Back off down the road and I let him give a light a trott. Then he got really frisky and started bucking ..... lots! I was trying to calm him by talking him through it but he continued. Then my worse fears came true, he hooked his leg over the shaft! He was such a good boy though and came to a stop. He stood there perfectly as I attempted to unhook his little leg. I ended up flipping the cart onto its side just so I could unhook him. I was shaking like a leaf.

 

I am so cross at myself for rushing things. I should have gone back to basics and done the ground driving after such a long break with a green horse. He was super frisky and excited and I was too keen to get driving again. Poor Bailey could have really injured himself. My stupid enthusiasm could have injured both of us.

 

I feel so foolish. I know better, or at least I thought I did.


----------



## Katiean (Mar 15, 2011)

The point is you learned something from this. I bet you won't do that again.


----------



## MiLo Minis (Mar 15, 2011)

maplegum said:


> I have not hooked Bailey up to the cart for about 6 months. Prior to that, he was very green and so was I. Now I trust my Bailey to look after me as he is such a laid back little dude, nothing worries him.
> 
> 
> 
> ...


At this time of year the horses are fluffy and it is quite easy to get some hair pinched somewhere in the harness which can cause bucking sessions. Green horses and experienced ones that have been laid off for an extended period of time such as over the winter can get quite tender skin behind the elbows. If your girth is buckled too close to that loose skin behind the elbow it could be making him uncomfortable. Also if your cart pushes forward when going downhill with breeching that is too loose it can shove the girth into the soft spot. I would really give your harnessing and hitching a good going over before assuming that he is bucking out of freshness alone.


----------



## TMR (Mar 15, 2011)

The best investment I made was a bucking strap. These kind of things periodically happen either from something actually being wrong or just freshness. The bucking strap keeps it from getting out of control and doesn't allow the hind end to get high enough to get a hind leg over the shaft. It is more a preventative maintenance item. My gelding gets very excited on the cones course and periodically throws a little excited buck in and the bucking strap keeps him from getting himself in trouble. I always drive with it at home and at CDE's, well really anywhere except the AMHR show ring. You will see many ADS drivers with them as they see them as a safety feature.

Donna


----------



## hobbyhorse23 (Mar 15, 2011)

Aw, Leonie. I'd wondered where you and Bailey were! Don't beat yourself up too much, my boys are like that after the least little layoff and I can work them on the ground for days and it doesn't matter- they're still excited when they get back in the cart because it means they can really GO! I will not drive Kody without a kicking strap for that reason when he hasn't been in regular work. It's just asking for trouble.



MiLo Minis said:


> > Back off down the road and I let him give a light a trott. Then he got really frisky and started bucking ..... lots! I was trying to calm him by talking him through it but he continued. Then my worse fears came true, he hooked his leg over the shaft! He was such a good boy though and came to a stop. He stood there perfectly as I attempted to unhook his little leg. I ended up flipping the cart onto its side just so I could unhook him. I was shaking like a leaf.
> > This is NOT typical of a "frisky" horse - there IS something wrong here. A frisky horse may give a little buck and want to GO but chances are that if he bucked high and hard enough to get a leg over the shaft he is really trying to tell you something!

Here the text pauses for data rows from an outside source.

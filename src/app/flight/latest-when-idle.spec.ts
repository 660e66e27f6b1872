import { Observable, Subject, of } from 'rxjs';
import { latestWhenIdle } from './latest-when-idle';

describe('latestWhenIdle', () => {
  it('starts no second job while one runs and then runs only the newest value', () => {
    const source = new Subject<number>();
    const jobs = new Map<number, Subject<string>>();
    const started: number[] = [];
    const results: string[] = [];
    source
      .pipe(
        latestWhenIdle((v): Observable<string> => {
          started.push(v);
          const job = new Subject<string>();
          jobs.set(v, job);
          return job;
        }),
      )
      .subscribe((r) => results.push(r));

    source.next(1);
    source.next(2);
    source.next(3);
    source.next(4);
    expect(started).toEqual([1]);
    jobs.get(1)!.next('one');
    jobs.get(1)!.complete();
    expect(started).toEqual([1, 4]);
    jobs.get(4)!.next('four');
    jobs.get(4)!.complete();
    source.next(5);
    expect(started).toEqual([1, 4, 5]);
    expect(results).toEqual(['one', 'four']);
  });

  it('handles jobs that complete synchronously (no worker) and completes after the source', () => {
    const out: number[] = [];
    let completed = false;
    of(1, 2, 3)
      .pipe(latestWhenIdle((v) => of(v * 10)))
      .subscribe({ next: (v) => out.push(v), complete: () => (completed = true) });
    expect(out).toEqual([10, 20, 30]);
    expect(completed).toBeTrue();
  });

  it('tears the running job down when unsubscribed', () => {
    const source = new Subject<number>();
    let torn = 0;
    const subscription = source.pipe(latestWhenIdle(() => new Observable<number>(() => () => torn++))).subscribe();
    source.next(1);
    source.next(2);
    subscription.unsubscribe();
    expect(torn).toBe(1);
    expect(source.observed).toBeFalse();
  });
});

Um, it's typical of MY frisky horse.




If Kody gets one good buck in without hitting the kicking strap he gets quite excited and goes higher and higher until he's well over the shafts! He gets a real kick (pun intended) out of bucking and it's a lot of hard work to get him to go forward as running is much less fun in his opinion. My mother's Arab was the same way- he'd much rather buck once he got started then run out his excitement.



MiLo Minis said:


> At this time of year the horses are fluffy and it is quite easy to get some hair pinched somewhere in the harness which can cause bucking sessions.


She's in Australia- it is fall there so hopefully he doesn't have too much hair. It's important to watch for that though, you're right.

Leia


----------



## Marsha Cassada (Mar 15, 2011)

You know your horse. Bailey is not crazy and you kept your cool, too, and worked it out. What a scary situation!

The girth doesn't have to be snug with driving. Try putting it on looser at first, then right before you are ready to drive, take it up a notch.

Is your bitless bridle still working out for you?


----------



## maplegum (Mar 16, 2011)

Thanks everyone. I didn't know that it was so common for horses to buck while driving. I feel a bit better now.

Just how 'tight' should the girth be? I know it doesn't need to be as tight as a riding saddle but still 'snug'? And the stupid overgirth keeps slipping off the top of the 'under girth' if you understand what I mean. How can I stop the overgirth slipping as I'm afraid it might pinch his skin.

Another problem I seem to have is that the shaft loops won't stay in place. Ummm, how do i explain it? Ok, instead of sitting out like a circle with the shaft through it, it actually twists and kind of lays flat. I must be messing something up I think.

His saddle has a pad under it to make it more comfortable but I find that it slips around if I don't do the girth up tight enough. I can't drag the saddle back too far as he has a fat gut...lol and it forces it forward.

As placid as Bailey is, he still gets frisky. I take him for walks on the trails around home a few times a week and even then he gets really excited and tosses his head and does a little buck in excitement. He is very 'playfull' even in the field with Willow. He bites her back legs and jumps on her to encourage her to run and play.

I have been looking online here in Australia for a kicking strap with no luck. Is this something I could make out of stuff I have at home or should I order one from overseas?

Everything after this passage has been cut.